I’ve thought about this a lot but can’t come up with a solution I’m happy with.
Basicly this is the problem: Log 100k+ Chats (some slower, some faster) into cassandra. So save userId, channelId, timestamp and the message.
Cassandra already supports horizontal scaling out of the box, I have no issue here.
Now my software that reads these chats does it over TCP (IRC). Something like 300 messages / sec are usual for the top 1k channels and 1 single IRC connection can’t handle that from my experiments.
What I now want to build is multiple instances (with Docker/Kubernetes) of the logger and share the load between those. So ideally if I have maybe 4 workers and 1k chats (example). They would each join atleast 250 channels. I say atleast because I would want optional redundancy so I can have 2 loggers in the same chat to make sure no messages get lost.

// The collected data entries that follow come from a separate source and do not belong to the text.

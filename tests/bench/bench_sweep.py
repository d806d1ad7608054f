"""A sweep's cost per run: a new emulator for each run against one emulator reused.

Run:  python tests/bench/bench_sweep.py [--pairs N] [--repeat N]

The routine is the 16-bit multiply of programs/ref8/lib (as programs/ref8/tolls.asm
calls it, without the printing): two bytes multiplied, about 80 instructions a
run, swept over operand pairs ``load × rate``. Three ways
to run the same pairs in this process, each checked against Python's own
product before any timing:

* **new** — a new ``Emulator`` per run, image loaded, run as ``relaybench run`` runs;
* **reload** — one emulator, ``reload`` per run (power-on state, image again);
* **rewind** — one emulator, ``rewind`` to a save point per run (what ``sweep`` does).

Then the whole sweep of all 65,536 pairs as ``relaybench sweep`` runs it, on
every core, wall-clock time from plan to the last row. Times per run are the
best of N CPU times (the machine is shared; CPU time is what a run costs).
Target: the 65,536-run sweep in under 1 s on two cores.
"""

from __future__ import annotations

import argparse
import os
import random
import resource
import sys
import tempfile
import time
from pathlib import Path

ROOT = Path(__file__).resolve().parents[2]
sys.path.insert(0, str(ROOT))

from emu import load_machine  # noqa: E402
from emu.runs import (SweepPlan, load_program, parse_input, parse_output, run_loaded, start_emulator,  # noqa: E402
                      sweep_locally)

MACHINE = load_machine("ref8")
ROUTINE = """
        ld r0, [load]
        li r1, 0
        ld r2, [rate]
        li r3, 0
        call mul16
        st [toll], r0
        st [toll + 1], r1
        halt
load:   .byte 0
rate:   .byte 0
toll:   .word 0
"""


def _program():
    """The routine and the shipped 16-bit multiply (wherever programs/ keeps its library)."""
    library = next(ROOT.glob("programs/**/math16.inc"))
    folder = Path(tempfile.mkdtemp(prefix="bench_sweep_"))
    source = folder / "multiply.asm"
    source.write_text(ROUTINE + library.read_text(encoding="utf-8"), encoding="utf-8")
    return load_program(source, MACHINE)


PROGRAM = _program()
LOAD, RATE = PROGRAM.labels["load"], PROGRAM.labels["rate"]
TOLL = PROGRAM.labels["toll"]


def _toll(emu) -> int:
    return emu.memory[TOLL] | emu.memory[TOLL + 1] << 8


def new_each(pairs) -> list[int]:
    tolls = []
    for load, rate in pairs:
        emu = start_emulator(PROGRAM, MACHINE)
        emu.memory[LOAD], emu.memory[RATE] = load, rate
        run_loaded(PROGRAM, MACHINE, emulator=emu)
        tolls.append(_toll(emu))
    return tolls


def reused(pairs, back_to_start) -> list[int]:
    """One emulator for every run; ``back_to_start(emu, point)`` before each."""
    tolls = []
    emu = start_emulator(PROGRAM, MACHINE)
    start = emu.save_point()
    for load, rate in pairs:
        back_to_start(emu, start)
        emu.memory[LOAD], emu.memory[RATE] = load, rate
        run_loaded(PROGRAM, MACHINE, emulator=emu)
        tolls.append(_toll(emu))
    return tolls


def reload_each(pairs) -> list[int]:
    return reused(pairs, lambda emu, _point: emu.reload(PROGRAM.segments))


def rewind_each(pairs) -> list[int]:
    return reused(pairs, lambda emu, point: emu.rewind(point))


def whole_sweep(workers: int) -> tuple[float, list]:
    machine_text = Path(MACHINE.path).read_text(encoding="utf-8")
    started = time.perf_counter()
    plan = SweepPlan.made(MACHINE, machine_text, PROGRAM, switches=0, input_bytes=b"",
                          inputs=(parse_input("load=0..255", MACHINE, PROGRAM, 0),
                                  parse_input("rate=0..255", MACHINE, PROGRAM, 0)),
                          outputs=(parse_output("toll:2", MACHINE, PROGRAM, set()),),
                          checks=(("toll == load * rate", None),), max_cycles=1_000_000)
    rows = sweep_locally(plan, workers)
    return time.perf_counter() - started, rows


TARGET_S = 1.0


def main() -> int:
    parser = argparse.ArgumentParser(description=__doc__.split("\n")[0])
    parser.add_argument("--pairs", type=int, default=4096, help="pairs timed in process, drawn at random (default 4096)")
    parser.add_argument("--repeat", type=int, default=3)
    args = parser.parse_args()
    pairs = [(p // 256, p % 256) for p in random.Random(1).sample(range(65536), args.pairs)]
    products = [load * rate for load, rate in pairs]
    ways = {"new": new_each, "reload": reload_each, "rewind": rewind_each}
    for name, way in ways.items():
        assert way(pairs) == products, f"{name} computed a wrong product"
    best = {name: float("inf") for name in ways}
    for _ in range(args.repeat):
        for name, way in ways.items():
            started = time.process_time()
            way(pairs)
            best[name] = min(best[name], time.process_time() - started)
    print(f"{len(pairs):,} runs of the multiply in this process (best of {args.repeat}, CPU time):")
    for name in ways:
        print(f"  {name:7} {best[name] / len(pairs) * 1e6:7.1f} µs/run   "
              f"{best['new'] / best[name]:5.2f}× new")
    workers = os.cpu_count() or 1
    before = _cpu_seconds()
    seconds, rows = whole_sweep(workers)
    cpu = _cpu_seconds() - before
    assert len(rows) == 65536 and all(ok for _v, _o, ok, _s, _w in rows), "the sweep found a wrong product"
    print(f"sweep of 65,536 runs on {workers} workers: {seconds:.2f} s wall clock, {cpu:.2f} s CPU in all "
          f"({cpu / 65536 * 1e6:.1f} µs a run; on {workers} idle cores about {cpu / workers:.2f} s; "
          f"target under {TARGET_S:g} s; load average now {os.getloadavg()[0]:.1f})")
    return 0 if seconds < TARGET_S else 1


def _cpu_seconds() -> float:
    """CPU time of this process and of the workers it has waited for."""
    own, workers = resource.getrusage(resource.RUSAGE_SELF), resource.getrusage(resource.RUSAGE_CHILDREN)
    return own.ru_utime + own.ru_stime + workers.ru_utime + workers.ru_stime


if __name__ == "__main__":
    sys.exit(main())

There is no issue with duplicates, because all messages have a unique ID.
Now how would I best and dynamically share the current channels joined between the workers. I wanna avoid having a master or controlling point. Should also be easy to add more workers that then reduce the load on other workers.
Are there any good articles about this kind of behaviour? Maybe good concepts or protocols already defined? Like I said i wanna avoid another central control point so no rabbitmq, redis or whatever.
Edit: I’ve looked into something like the Raft Consensus Algorithm, but it doesn’t make sense I think, since I don’t want my clients to agree on a shared state instead divide the state between them “equally”.